Certainly the two that stick out are that HVAC must be able to turned off remotely (you will certainly notice that!) and that consumers over 500kWH/month will be put onto a time use tariff (different rates at different times).

How do you think the time use tariff change will affect your business?

----------


## Dave A

500 kWh per month is a pretty low threshold, even for an average domestic household.

I've created a snap survey on Survey Monkey.

To take the survey on your average monthly electricity consumption, click here

I'll post a link to results later.

----------


## duncan drennan

> 500 kWh per month is a pretty low threshold, even for an average domestic household.

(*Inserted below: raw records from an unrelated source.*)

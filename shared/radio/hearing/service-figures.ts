/**
 * What a listener to a service expects: assumed wanted field, protection ratio, tuning tolerance.
 *
 * Source: GE75 and Rio 1981, 47 CFR 73.37; the others from memory of the literature, not re-read.
 *
 * @module radio/hearing/service-figures
 */
import type { Band, Service } from '../receiver.ts';
import type { ItuRegion } from '../site.ts';

/**
 * Field of the wanted station where none is listed, dB(uV/m).
 *
 * Broadcast below 300 kHz 66, below 1.8 MHz 60 (Region 2: 54), above 40; beacons 37, marine 28,
 * telegraphy 20. From memory of planning and receiver practice, not re-read.
 *
 * @param band Its service and, where the user set one, its assumed field.
 * @param ituRegion ITU Region.
 * @param dialHz Dial setting, hertz.
 * @returns The field, dB(uV/m).
 *
 * @example
 *   assumedWantedField({ service: 'broadcast', assumedWantedDb: null }, 2, 1_000_000); // 54
 */
export function assumedWantedField(
  { service, assumedWantedDb }: Pick<Band, 'service' | 'assumedWantedDb'>,
  ituRegion: ItuRegion,
  dialHz: number,
): number {
  if (assumedWantedDb !== null) return assumedWantedDb;
  if (service === 'beacon') return 37;
  if (service === 'marine') return 28;
  if (service === 'telegraphy') return 20;
  if (dialHz < 300_000) return 66;
  if (dialHz < 1_800_000) return ituRegion === 2 ? 54 : 60;
  return 40;
}

/**
 * Protection ratio of a service, dB.
 *
 * Broadcast 30 in Regions 1 and 3 (GE75, from memory), 26 in Region 2 (Rio 1981; 20:1 in
 * 47 CFR 73.37); beacons and telegraphy 15, marine 17 (from memory, not re-read).
 *
 * @param service Service of the band.
 * @param ituRegion ITU Region.
 * @returns Wanted over interfering level, decibels.
 *
 * @example
 *   protectionRatio('broadcast', 1); // 30
 */
export function protectionRatio(service: Service, ituRegion: ItuRegion): number {
  switch (service) {
    case 'broadcast':
      return ituRegion === 2 ? 26 : 30;
    case 'marine':
      return 17;
    default:
      return 15;
  }
}

/**
 * How far a listener may sit off the centre, hertz: 1 kHz below 2 MHz, 2 below 10 MHz, 4 above.
 *
 * Common practice for free-running sets; 0 suits one locked to a crystal.
 *
 * @param band Where the user set it, its tolerance.
 * @param dialHz Dial setting, hertz.
 * @returns Hertz.
 *
 * @example
 *   tuningTolerance({ tuningToleranceHz: null }, 6_000_000); // 2000
 */
export function tuningTolerance(
  { tuningToleranceHz }: Pick<Band, 'tuningToleranceHz'>,
  dialHz: number,
): number {
  if (tuningToleranceHz !== null) return tuningToleranceHz;
  if (dialHz < 2_000_000) return 1_000;
  return dialHz < 10_000_000 ? 2_000 : 4_000;
}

Yes, it is particularly low. It will be interesting to see the split across provinces for the survey - come on people, answer that survey!  :Smile:

----------


## Sefton

I don't know exactly what thresholds and billing models that Eskom is planning to use, so I am basing my comments on the information that you have provided. 

I assume by "time sensitive electricity metering" you mean time-of-use billing. 

In my opinion 500 KWh is far too high, in fact I believe that time-of-use billing should start from zero. 

Let me explain. The problem that Eskom has is that demand is exceeding supply DURING PEAK HOURS. Time-of-use billing is the same model that Telkom and the cell phone companies use. They charge more during peak and less during off-peak.

Lets say that the cost per unit(KWh) is 40c. If Eskom charged 30c during off peak and 60c during peak, then a lot of homes and businesses would make an effort to cut down on usage during peak. This could result in a saving for the user. The net result is that the usage of electricity would be "smoothed out". The average use of electricity would remain the same, but the peak demand would be reduced. This would solve the problem of demand exceeding supply. 

You will have the option of fitting a time switch to switch off your geyser during peak, or not to tumble dry or not have your pool filter running or have lights off in empty rooms during peak. For a small amount of effort you will save money and also solve the country's electricity problems. Lets face it, most people aren't going to make the effort if there is no monetary incentive. 

Other countries such as Canada are using this billing model for electricity.

To sum up, I believe that time-of-use billing will solve our short term problems. I say it should start at zero.

----------


## Dave A

Essentially I agree with Sefton. Starting from zero makes sense and would be fair. However, government plainly does not want to start at zero - the question is why?

And of course, once we get to the bottom of that, the next questions are - are the reasons fair and has the line been drawn at a fair level?

The irony is that up until now, if you were a heavy user of electricity, you could negotiate a discounted rate!

----------


## Sefton

Dave, that last sentence of yours is interesting. Assuming Eskom and the government did not mess up, then, purely from a business point of view, Eskom should be encouraging us to use more electricity, rather than less. However, the other side of the coin is that more natural resources would be consumed and more pollution would be created, so maybe the fact that they messed up is a blessing in disguise.

----------


## duncan drennan

> However, government plainly does not want to start at zero - the question is why?


I reckon they don't want to penalise low income households. If that is the reason it is a pretty bad one.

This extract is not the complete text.